For another example, consider one genus of Scarab beetles, the genus Onthophagus. The different beetle species in this genus have a wide variety of horn shapes and sizes; the males use the horns to battle for mates (intrasexual selection), and they may also be under some control by intersexual selection (preference of females for males with a particular horn shape). If the ratio of horn size to body size is calculated for many individuals within these species, the species cluster in a manner consistent with their hypothesized phylogenetic relationships. So, it would seem that allometric growth in horn size has been an important factor correlating with divergence in this genus.
And, for yet another example, consider the evolutionary relationships between lobe-finned fishes and amphibians. There is now a very nice sequence of intermediate fossils of transitional proto-amphibians in the fossil record. When the structure of the bones in lobe-finned fishes, transitional fossils, and amphibians is examined, the changes are not in the presence of new bones, but rather in the spatial relationships, relative sizes, and developmental patterning of limb architecture. These changes were probably driven by changes in regulatory genes and transcription foactors.
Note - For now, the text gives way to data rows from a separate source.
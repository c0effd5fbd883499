"""Emergence times and birth order of primordia from their tracks.

After its birth at time τ on the rim of the apex (radius R) a primordium drifts outward as
r(t) = R·exp(γ(t − τ)) (Richards 1951, Phil. Trans. R. Soc. B 235; Douady & Couder 1992,
Phys. Rev. Lett. 68). Every track is fitted with ln r(t) = a_k + γ·t, γ common to all tracks
(weighted least squares, weights r² since the position error is about the same in µm at every
distance), and its emergence time is where the fitted line crosses the reference radius:
τ_k = (ln R − a_k)/γ. This is the back-extrapolation τ = t − ln(r/R)/γ of Refahi et al. (2016,
eLife 5:e14093, Appendix), applied to the whole track rather than its first point, so primordia
already present in the first frame, or entering the field of view later, get emergence times
on the same scale as those seen being born. The reference radius R is estimated from the
primordia seen appearing: their first sighting falls anywhere in the interval after their
emergence, on average half an interval after it. The primordium size gives a second,
independent clock (ln radius(t) fitted the same way, reference size from the new primordia),
reported as ``emergence_time_size_h``.

Each emergence time has a standard deviation from the fit (the scatter of ln r about the
line, the uncertainty of γ over the extrapolated distance and the uncertainty of the apex
centre, which moves r by up to its own size) and from the reference radius, common to all.
Birth rank 1 is the earliest emergence. Two primordia whose emergence times differ by less than
the uncertainty of that difference, or by less than the co-initiation tolerance, are flagged
co-initiated; each rank has a confidence: the probability, under Gaussian timing errors, that
its primordium emerged after the previous one and before the next.
"""
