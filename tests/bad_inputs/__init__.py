"""A corpus of bad inputs, each with the error it must give (see cases.py)."""
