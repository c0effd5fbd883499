"""Linking detections into tracks (one track per primordium).

Primordia do not wander: after birth on the rim of the apex they drift outward from the apex
centre at a fixed azimuth as r(t) = R·exp(γ(t − τ)) (Richards 1951; Douady & Couder 1992),
while the specimen as a whole may drift and rotate under the objective. In image coordinates
(complex notation z = x + i·y) every primordium then follows

    z_k(t) = c(t) + exp(λ·(t − t_ref))·a_k,      λ = γ + i·ω,     c(t) = c0 + d·(t − t_ref),

a spiral similarity about a linearly drifting centre c(t): γ is the relative radial growth
rate, ω the rotation rate of the specimen and a_k the primordium's offset from the centre at
``t_ref``. :func:`fit_motion` fits this model to a first set of tracks; :func:`link_tracks`
links in two passes (plain nearest-neighbour linking → motion fit → linking again with a
predictor that moves every primordium along the model, ``z(t + Δt) = c(t + Δt) +
exp(λΔt)·(z(t) − c(t))``), falls back to nearest-neighbour linking when the motion cannot be
fitted, splits off tracks that jump, and adds per-track quality columns.

With a linear drift the centre is only weakly fixed by the outward motion alone (a shift of
the centre is almost the same as a change of drift); newly born primordia, which appear on a
circle of radius R about the centre, pin it down. The fit therefore adds that rim constraint
whenever three or more new primordia are seen.
"""

from __future__ import annotations

import functools
import math
from dataclasses import dataclass, field

import numpy as np
import pandas as pd

from .apex import azimuth_deg

#: Per-track quality columns added to the tracks table by :func:`track_quality`.
QUALITY_COLUMNS = ["track_n_frames", "track_gaps", "track_mean_snr", "track_motion_residual_um",
                   "track_flags"]


# ----------------------------------------------------------------------------- motion model


@dataclass
class MotionModel:
    """Spiral-similarity motion of the primordia about a moving apex centre.

    Attributes
    ----------
    gamma_per_h : float
        Relative radial growth rate γ (1/h).
    omega_rad_per_h : float
        Rotation rate ω of the specimen in image coordinates (rad/h; positive turns x towards
        +y, i.e. clockwise on the displayed image).
    frame_times_h : ndarray
        Times of the frames.
    frame_centres : ndarray of complex
        Apex centre ``x + i·y`` (µm) in each frame (between frames: linear interpolation).
    t_ref_h : float
        Reference time of the offsets.
    rim_radius_um : float
        Radius of the circle on which new primordia appear (NaN when not fitted).
    rms_um : float
        Root-mean-square position residual of the fit (per axis).
    centre_sd_um : float
        Standard error of the centre (per axis, median over frames).
    n_tracks, n_new : int
        Tracks used and new primordia in the rim constraint.
    anchor : str
        What fixed the common vector of the centres: ``"rim+pattern"`` (births on the rim and
        the regular turn between successive primordia), ``"pattern"``, ``"hint"`` or ``""``.
    offsets : dict
        Offset of each track from the centre at ``t_ref_h`` (complex µm).
    """

    gamma_per_h: float
    omega_rad_per_h: float
    frame_times_h: np.ndarray
    frame_centres: np.ndarray
    t_ref_h: float
    rim_radius_um: float = math.nan
    rms_um: float = math.nan
    centre_sd_um: float = math.nan
    n_tracks: int = 0
    n_new: int = 0
    anchor: str = ""
    offsets: dict = field(default_factory=dict, repr=False)

    def centre(self, t_h) -> np.ndarray:
        """Complex centre ``x + i·y`` at time(s) ``t_h`` (interpolated between frames)."""
        t = np.asarray(t_h, float)
        ft, fc = self.frame_times_h, self.frame_centres
        if len(ft) == 1:
            return np.full(t.shape, fc[0], complex)[()]
        return (np.interp(t, ft, fc.real) + 1j * np.interp(t, ft, fc.imag))[()]

    def predict(self, x, y, t_from_h, t_to_h) -> tuple[np.ndarray, np.ndarray]:
        """Where primordia at ``(x, y)`` at ``t_from_h`` are at ``t_to_h``."""
        z = np.asarray(x, float) + 1j * np.asarray(y, float)
        lam = self.gamma_per_h + 1j * self.omega_rad_per_h
        dt = np.asarray(t_to_h, float) - np.asarray(t_from_h, float)
        zn = self.centre(t_to_h) + np.exp(lam * dt) * (z - self.centre(t_from_h))
        return zn.real, zn.imag

    def centres_table(self, frames, times_h) -> pd.DataFrame:
        """Centre per frame: ``frame``, ``time_h``, ``x_um``, ``y_um``, ``centre_sd_um``."""
        c = np.atleast_1d(self.centre(np.asarray(times_h, float)))
        return pd.DataFrame({"frame": np.asarray(frames, np.int64), "time_h": np.asarray(times_h, float),
                             "x_um": c.real, "y_um": c.imag,
                             "centre_sd_um": np.full(len(c), self.centre_sd_um)})

    def to_dict(self) -> dict:
        """Plain summary (JSON-able): centre in the first frame and mean drift of the centre."""
        ft, fc = self.frame_times_h, self.frame_centres
        drift = complex(np.polyfit(ft, fc.real, 1)[0], np.polyfit(ft, fc.imag, 1)[0]) if len(ft) > 1 else 0j
        return {"growth_rate_per_h": self.gamma_per_h, "rotation_deg_per_h": math.degrees(-self.omega_rad_per_h),
                "centre_x_um": float(fc[0].real), "centre_y_um": float(fc[0].imag),
                "drift_x_um_per_h": drift.real, "drift_y_um_per_h": drift.imag,
                "rim_radius_um": self.rim_radius_um, "rms_um": self.rms_um,
                "centre_sd_um": self.centre_sd_um, "n_tracks": self.n_tracks, "n_new": self.n_new,
                "anchor": self.anchor}


#: Scatter of the second difference of the apex centre between frames (µm) that the motion fit
#: allows for: the centre left by registration moves smoothly, and a frame with one or two
#: primordia cannot place its centre alone (common practice, no source).
CENTRE_STEP_SD_UM = 0.5
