def _check_not_oscillatory(num: Numerics, duration: float) -> None:
    """Refuse a parameter set whose resting medium fires by itself."""
    spec = get_model(num.model)
    rest = spec.rest(num.params)
    state = np.empty((len(spec.variables), 1, 8), np.float32)
    for k in range(len(spec.variables)):
        state[k] = np.float32(rest[k])
    # a small kick: an unstable rest state left exactly in place stays there for long
    state[0] += np.float32(0.01 * max(abs(rest[0]), 0.1))
    it = Integrator(spec, Grid((1, 8), num.spacing, "periodic"), num.params, state,
                    dt=num.dt, diffusion=num.diffusion, probes_yx=np.array([[0, 0]]), threads=1)
    nsteps = int(math.ceil(duration / num.dt))
    chunk = max(1, min(nsteps, 20000))
    done = 0
    while done < nsteps:
        trace = it.advance(min(chunk, nsteps - done))
        done += chunk
        if trace.max() >= spec.threshold:
            first = int(np.argmax(trace[:, 0] >= spec.threshold))
            t_fire = it.time - (trace.shape[0] - 1 - first) * num.dt
            raise WavesError(
                f"model {spec.name!r} with these parameters is oscillatory: resting cells fire by "
                f"themselves (first at {t_fire:.3g} model time units), so there is no solitary wave "
                "and no dispersion relation of an excitable medium; choose excitable parameters "
                + ("(e.g. --set ke_per_min=10 for the relay model)" if spec.name == "relay" else "")
            )


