@numba.njit(cache=True, nogil=True, parallel=True)
def _fit_kernel(times, counts, radius, max_dt, min_points, out_speed, out_dir, moments, refuse_kinks):
    ny, nx, m = times.shape
    side = 2 * radius + 1
    m2, q2, s2, s22 = moments[0], moments[1], moments[2], moments[3]
    for r in numba.prange(ny):
        # per neighbour, how many of its arrivals lie before the current wave's: the waves of a
        # pixel come in time order, so these only grow (what a binary search would find afresh)
        ahead = np.empty(side * side, dtype=np.int64)
        for c in range(nx):
            ahead[:] = 0
            for k in range(counts[r, c]):
                t0 = times[r, c, k]
                # normal equations of T = a + b dx + c dy (dx along col, dy along row)
                s1 = 0.0
                sx = 0.0
                sy = 0.0
                sxx = 0.0
                syy = 0.0
                sxy = 0.0
                st = 0.0
                sxt = 0.0
                syt = 0.0
                stt = 0.0
                sx2t = 0.0
                sy2t = 0.0
                sxyt = 0.0
                npts = 0
                for dr in range(-radius, radius + 1):
                    rr = r + dr
                    if rr < 0 or rr >= ny:
                        continue
                    for dc in range(-radius, radius + 1):
                        cc = c + dc
                        if cc < 0 or cc >= nx:
                            continue
                        # arrivals are sorted: the first one not before t0 and the one before it
                        n_rc = counts[rr, cc]
                        best = 1e30
                        tb = 0.0
                        if n_rc > 0:
                            q = (dr + radius) * side + dc + radius
                            lo = ahead[q]
                            while lo < n_rc and times[rr, cc, lo] < t0:
                                lo += 1
                            ahead[q] = lo
                            for j in (lo - 1, lo):
                                if 0 <= j < n_rc:
                                    d = abs(times[rr, cc, j] - t0)
                                    if d < best:
                                        best = d
                                        tb = times[rr, cc, j]
                        if best <= max_dt:
                            x = float(dc)
                            y = float(dr)
                            tt = tb - t0
                            s1 += 1.0
                            sx += x
                            sy += y
                            sxx += x * x
                            syy += y * y
                            sxy += x * y
                            st += tt
                            sxt += x * tt
                            syt += y * tt
                            stt += tt * tt
                            sx2t += x * x * tt
                            sy2t += y * y * tt
                            sxyt += x * y * tt
                            npts += 1
                if npts < min_points:
                    continue
                if refuse_kinks and npts == side * side and _kink(
                        float(npts), float(radius), st, stt, sxt, syt, sx2t, sy2t, sxyt, m2, q2, s2, s22):
                    continue
                # solve the 3x3 symmetric system by Cramer's rule
                a11, a12, a13 = s1, sx, sy
                a22, a23, a33 = sxx, sxy, syy
                det = (
                    a11 * (a22 * a33 - a23 * a23)
                    - a12 * (a12 * a33 - a23 * a13)
                    + a13 * (a12 * a23 - a22 * a13)
                )
                if abs(det) < 1e-9:
                    continue
                gx = (
                    a11 * (sxt * a33 - a23 * syt)
                    - st * (a12 * a33 - a23 * a13)
                    + a13 * (a12 * syt - sxt * a13)
                ) / det
                gy = (
                    a11 * (a22 * syt - sxt * a23)
                    - a12 * (a12 * syt - sxt * a13)
                    + st * (a12 * a23 - a22 * a13)
                ) / det
                g2 = gx * gx + gy * gy
                if g2 <= 0.0:
                    continue
                out_speed[r, c, k] = 1.0 / math.sqrt(g2)
                # velocity = grad T / |grad T|^2; displayed angle (+y up = -row)
                out_dir[r, c, k] = math.atan2(-gy, gx)
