def test_write_stack_compressed_and_cast(tmp_path, rng):
    cal = Calibration(2.0, 1.0)
    ints = rng.integers(0, 4000, size=(4, 8, 8)).astype(np.int64)
    p = io.write_stack(tmp_path / "z.tif", ints, calibration=cal, compression="zlib")
    with tifffile.TiffFile(p) as tif:
        assert tif.pages[0].compression == tifffile.COMPRESSION.ADOBE_DEFLATE
        assert tif.series[0].dtype == np.uint16
        assert tif.imagej_metadata["frames"] == 4
        np.testing.assert_array_equal(tif.asarray(), ints)
    f64 = rng.random((3, 5, 5))
    p2 = io.write_stack(tmp_path / "f.tif", f64, calibration=cal)
    np.testing.assert_array_equal(tifffile.imread(p2), f64.astype(np.float32))
    with pytest.raises(InputError, match="compression"):
        io.write_stack(tmp_path / "x.tif", ints, calibration=cal, compression="jpeg2000")
    with pytest.raises(InputError, match="write_map"):
        io.write_stack(tmp_path / "x.tif", ints[0], calibration=cal)


def test_failed_write_keeps_previous_file(tmp_path, rng):
    target = tmp_path / "keep.tif"
    target.write_bytes(b"previous content")
    cal = Calibration(1.0, 1.0)
    bad = rng.random((4, 6, 6)).astype(np.float32)
    bad[2, 3, 3] = np.nan
    with pytest.raises(InputError, match="NaN"):
        io.write_stack(target, bad, calibration=cal)
    with pytest.raises(InputError, match="NaN"):
        io.write_stack(target, bad, calibration=cal, compression="zlib")
    with pytest.raises(InputError, match="NaN"):
        with io.StackWriter(target, calibration=cal, shape_yx=(6, 6), dtype=np.float32) as w:
            w.write(bad[:2])
            w.write(bad[2:])
    with pytest.raises(RuntimeError):
        with io.StackWriter(target, calibration=cal, shape_yx=(6, 6), dtype=np.uint8) as w:
            w.write(np.zeros((6, 6), np.uint8))
            raise RuntimeError("simulated crash")
    with pytest.raises(RuntimeError):
        with io.atomic_output(target) as fh:
            fh.write(b"half")
            raise RuntimeError("simulated crash")
    assert target.read_bytes() == b"previous content"
    assert _no_temp_files(tmp_path)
The limb bones in lobe finned fishes and terrestrial vertebrates are homologous. | The transition from fish to terrestrial amphibians is well documented in the fossil record | The change in forelimb structure is really one of a change in the relative position of skeletal units and skeletal architecture. |
Large scale differences in morphology that define the major groups of organisms - which are sometimes refered to as "macroevolutionary" patterns - are probably not caused by changes in structural genes. However, this does not mean that these changes are orchestrated by different processes. Rather, these macroevolutionary changes that occur in large-scale morphological characteristics are probably caused by changes in the action of regulatory genes like transcription factors, which affect developmental processes. The changes in the action of these genes can be modeled by population genetics, too; and we would expect the effects of the genes to be acted on by natural selection, genetic drift, positive assortative mating, mutation, and migration. So, in this sense, microevolutionary changes that occur within a population at a given locus can cause the macroevolutionary patterns that we see in the evolution of new, different types of organisms. It just that those microevolutionary changes in gene frequencies are occurring at the loci of regulatory genes that co-ordinate morphological development in that population.
Study Questions:
1. What is epigenesis?
2. Explain the relationship between development and evolution.
3. How are gene duplication and segmentation similar in terms of introducing evolutionary novelty?
4. What are homeotic genes, and what type of protein do they code for?
5. Explain homologous structures in terms of the regulation of developmental genes.